* WHAT TO WORK ON: What you give must be exactly the lines of the material from the first through the line that contains "baseline: the mask is", inclusive, and no others.

──────────

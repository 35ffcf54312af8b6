/**
 * Putting values into the masked pixels only. `keepUnmasked` is the one rule of repair: every pixel the
 * mask does not mark is the scan's own, bit for bit. `medianFill` is the classical baseline: the mask is
 * filled from its edge inwards, layer by layer, each pixel taking the median of the known pixels around
 * it (an onion-peel median fill, common practice for dust removal).
 */

/**
 * `repaired` where the mask is set, `original` elsewhere, into a new array of the original's type.
 * @example
 *   const out = keepUnmasked(scan, candidate, mask); // out[i] === scan[i] wherever mask[i] === 0
 */
export function keepUnmasked<T extends Float32Array | Uint8Array | Uint16Array>(
  original: T,
  repaired: ArrayLike<number>,
  mask: Uint8Array,
): T {
  if (original.length !== mask.length || repaired.length !== mask.length) {
    throw new RangeError(`keepUnmasked: ${original.length} original, ${repaired.length} repaired and ${mask.length} mask values`);
  }
  const out = original.slice() as T;
  for (let i = 0; i < mask.length; i++) if (mask[i]) out[i] = repaired[i]!;
  return out;
}

/**
 * Fills the masked pixels of `L` (w x h) by the onion-peel median of known neighbours within `radius`.
 * Pixels outside the mask are returned unchanged.
 * @example
 *   const filled = medianFill(L, width, height, mask);
 */
export function medianFill(L: Float32Array, w: number, h: number, mask: Uint8Array, radius = 2): Float32Array {
  const out = L.slice();
  const known = new Uint8Array(mask.length);
  let count = 0;
  for (let i = 0; i < mask.length; i++) {
    if (mask[i]) count++;
    else known[i] = 1;
  }
  let todo = new Int32Array(count);
  for (let i = 0, k = 0; i < mask.length; i++) if (mask[i]) todo[k++] = i;
  const values = new Float64Array((2 * radius + 1) ** 2);
  const layerAt = new Int32Array(count);
  const layerValue = new Float32Array(count);
  while (todo.length) {
    let layer = 0;
    let rest = 0;
    for (let t = 0; t < todo.length; t++) {
      const p = todo[t]!;
      const x = p % w;
      const y = (p - x) / w;
      let n = 0;
      for (let yy = Math.max(0, y - radius); yy <= Math.min(h - 1, y + radius); yy++) {
        for (let xx = Math.max(0, x - radius), q = yy * w + xx; xx <= Math.min(w - 1, x + radius); xx++, q++) {
          if (!known[q]) continue;
          // Insertion into the sorted run so far: at most 25 values.
          const v = out[q]!;
          let j = n++;
          while (j > 0 && values[j - 1]! > v) {
            values[j] = values[j - 1]!;
            j--;
          }
          values[j] = v;
        }
      }
      if (n) {
        layerAt[layer] = p;
        layerValue[layer++] = n % 2 ? values[n >> 1]! : 0.5 * (values[(n >> 1) - 1]! + values[n >> 1]!);
      } else todo[rest++] = p;
    }
    // A mask that covers everything has nothing to fill from: leave it as it is.
    if (!layer) break;
    for (let k = 0; k < layer; k++) {
      out[layerAt[k]!] = layerValue[k]!;
      known[layerAt[k]!] = 1;
    }
    todo = todo.subarray(0, rest);
  }
  return out;
}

──────────

* WRITTEN ANSWER:
repository 35ffcf54312af8b6
/**
 * Putting values into the masked pixels only. `keepUnmasked` is the one rule of repair: every pixel the
 * mask does not mark is the scan's own, bit for bit. `medianFill` is the classical baseline: the mask is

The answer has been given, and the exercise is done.